Daher werden dringend neue Konzepte und innovative Verfahren für die Biotransformation benötigt. Insbesondere müssen generische Methoden entwickelt werden, um einen einfachen Zugang zu einer systematisch organisierten Toolbox verschiedener Biokatalysatoren in einem stabilen und einfach handhabbaren Format zu erhalten. Gleichzeitig sollten diese Methoden eine einfache Maßstabsvergrößerung erlauben, um industrielle Prozesse ökonomisch realisieren zu können.

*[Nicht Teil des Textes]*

"""Members grown on a Dask cluster give the same run, bit for bit, as local threads.

One process cluster of 2 workers (`local:2`, started through the backend itself) serves the module.
The workers are spawned processes that import baggr from this checkout (PYTHONPATH is inherited).
Members are pure functions of (seed, m) and tallies add (DESIGN.md "Invariants"), so every result
here is compared for exact equality with a run on local threads.
"""
import os
import signal
import sys

import numpy as np
import psutil
import pytest

pytest.importorskip("distributed", reason="the cluster extra is not installed: pip install -e '.[cluster]'")

import baggr  # noqa: E402
from baggr.backends.dask import Dask, parse_address  # noqa: E402
from baggr.config import Config  # noqa: E402
from baggr.engine import Training  # noqa: E402
from baggr.errors import ClusterError  # noqa: E402
from generators import friedman1, twonorm  # noqa: E402


@pytest.fixture(scope="module")
def cluster():
    with Dask("local:2", timeout=60) as backend:
        yield backend


def assert_same(a, b):
    """Every OOB array (curves, tallies, confusion) and every node array of the kept trees."""
    for k, v in a.oob.arrays().items():
        np.testing.assert_array_equal(v, b.oob.arrays()[k], err_msg=k)
    assert (a.forest is None) == (b.forest is None)
    if a.forest is not None:
        for k, v in a.forest.arrays.items():
            np.testing.assert_array_equal(v, b.forest.arrays[k], err_msg=k)


def labelled(n, seed):
    """twonorm (Breiman 1996) with text class labels, so the labels never reach the workers."""
    X, y = twonorm(n, seed=seed)
    return X, np.where(y == 1, "high", "low")


# ---------------------------------------------------------------- same results as threads

@pytest.mark.parametrize("settings", [dict(), dict(draw="balanced", vote="shares", keep_members=False)],
                         ids=["kept", "balanced-estimate-only"])
def test_classes_same_as_threads(cluster, settings):
    X, y = labelled(3000, seed=2)
    cfg = Config(members=24, seed=5, threads=2, features_per_split=4, **settings)
    assert_same(Training(X, y, cfg).run(), Training(X, y, cfg).run(backend=cluster))
    assert cluster.stats.members == 24 and sum(cluster.stats.sizes) == 24


def test_train_with_a_client(cluster):
    """baggr.train(..., cluster=client): the caller's client, left open afterwards."""
    X, y = labelled(1000, seed=7)
    cfg = Config(members=10, seed=3, threads=2)
    assert_same(baggr.train(X, y, cfg), baggr.train(X, y, cfg, cluster=cluster.client))
    assert cluster.client.status == "running"


def test_regression_same_as_threads(cluster):
    X, y = friedman1(2000, seed=4)   # Friedman (1991) #1
    cfg = Config(members=16, seed=9, threads=2, min_leaf=3)
    a = Training(X, y, cfg).run()
    b = Training(X, y, cfg).run(backend=cluster)
    assert_same(a, b)


def test_resumed_on_the_cluster_from_a_local_checkpoint(cluster):
    """Members 0..9 on threads, a checkpoint, members 10..29 on the cluster: the same as 0..29 on threads."""
    X, y = twonorm(1500, seed=8)
    cfg = Config(members=30, seed=1, threads=2)
    whole = Training(X, y, cfg).run()
    first = Training(X, y, cfg)
    first.run(until=10)
    arrays, header = first.checkpoint()
    later = Training(X, y, cfg)
    later.restore(arrays, header, first.trees)
    assert_same(whole, later.run(backend=cluster))


def test_chunks_grow_when_members_are_quick(cluster):
    """Members of a few ms cost less than the scheduler's cost per task, so chunks hold several."""
    X, y = twonorm(400, seed=3)
    cfg = Config(members=200, seed=2, threads=2)
    b = Training(X, y, cfg).run(backend=cluster)
    st = cluster.stats
    # the chunks are contiguous and cover every member once (common practice, no source)
    assert sum(st.sizes) == 200 == st.members and st.chunks == len(st.sizes)
    assert max(st.sizes) > 1
    assert_same(Training(X, y, cfg).run(), b)


# ---------------------------------------------------------------- faults

def test_a_worker_killed_mid_run_changes_nothing(cluster):
    X, y = twonorm(8000, seed=6)
    cfg = Config(members=40, seed=4, threads=2, features_per_split=4)
    before = set(cluster.client.run(os.getpid).values())
    victim = min(before)
    killed = []

    def on_member(ev):
        if ev.member == 8 and not killed:
            os.kill(victim, signal.SIGKILL)
            killed.append(ev.member)

    b = Training(X, y, cfg).run(backend=cluster, on_member=on_member)
    assert killed == [8]
    assert_same(Training(X, y, cfg).run(), b)
    # the nanny starts a new worker process in the killed one's place (distributed's default)
    cluster.client.wait_for_workers(2, timeout=60)
    after = set(cluster.client.run(os.getpid).values())
    assert victim not in after and len(after) == 2


# ---------------------------------------------------------------- connecting

def test_local_cluster_listens_on_loopback_only(cluster):
    info = cluster.client.scheduler_info()
    assert cluster.address.startswith("tcp://127.0.0.1:")
    assert info["workers"] and all(w.startswith("tcp://127.0.0.1:") for w in info["workers"])
    # every listening socket of the scheduler (in this process) and of the workers, as the OS sees it
    pids = [os.getpid(), *cluster.client.run(os.getpid).values()]
    listening = [c.laddr.ip for pid in pids for c in psutil.Process(pid).net_connections(kind="inet")
                 if c.status == psutil.CONN_LISTEN]
    assert listening and set(listening) == {"127.0.0.1"}


def test_workers_threads_are_limited(cluster):
    """local:N: one thread per worker, and numba told so (NUMBA_NUM_THREADS is read at import)."""
    assert cluster.client.nthreads() and set(cluster.client.nthreads().values()) == {1}
    # a lambda: os.environ.get itself would travel with this process's environment
    assert set(cluster.client.run(lambda: os.environ.get("NUMBA_NUM_THREADS")).values()) == {"1"}


@pytest.mark.parametrize("text,kind", [("local:3", ("local", 3)), ("tcp://10.0.0.5:8786", ("address", "tcp://10.0.0.5:8786")),
                                       ("tls://sched.example:8786", ("address", "tls://sched.example:8786")),
                                       ("10.0.0.5:8786", ("address", "tcp://10.0.0.5:8786"))])
def test_addresses(text, kind):
    assert parse_address(text) == kind


@pytest.mark.parametrize("text", ["local:0", "local:x", "http://host:8786", "tcp://host:port", "", "tcp://host:8786/x"])
def test_bad_addresses(text):
    with pytest.raises(ClusterError) as e:
        parse_address(text)
    assert "\n" not in str(e.value)


def test_nobody_answering_is_one_error():
    import socket
    with socket.socket() as s:      # a port nobody listens on: bound, never listening
        s.bind(("127.0.0.1", 0))
        port = s.getsockname()[1]
        with pytest.raises(ClusterError) as e:
            Dask(f"tcp://127.0.0.1:{port}", timeout=1.5)
    assert f"cannot reach a Dask scheduler at tcp://127.0.0.1:{port} within 1.5 s" in str(e.value)
    assert "\n" not in str(e.value)


def test_without_the_extra_the_error_says_how_to_install(monkeypatch):
    monkeypatch.setitem(sys.modules, "distributed", None)    # import distributed -> ImportError
    with pytest.raises(ClusterError, match=r"pip install 'baggr\[cluster\]'"):
        Dask("local:1")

Am Institut für Molekulare Enzymtechnologie der Heinrich Heine Universität Düsseldorf wurde eine neue Methode zur Herstellung von Trägermaterial- und Zell-freier Enzymimmobilisate entwickelt. Diese ermöglicht die Bildung katalytisch-aktiver Enzymaggregate sog. inclusion bodies (catIBs), die als in Wasser und in organischen Lösungsmitteln unlösliche Aggregate innerhalb der Zelle akkumulieren und mittels eines einfachen Zwei-Schritt Protokolls gereinigt werden, ohne dass dafür chromatografische Verfahren benötigt werden. CatIBs sind biologisch abbaubare Enzymimmobilisate mit großem Anwendungspotential in der synthetischen Chemie und chemischen Industrie.

Der Lehrstuhl für Bioverfahrenstechnik beschäftigt sich mit der Optimierung des CatIB Produktionsverfahrens unter Verwendung der RAMOS- und BioLector-Technologie.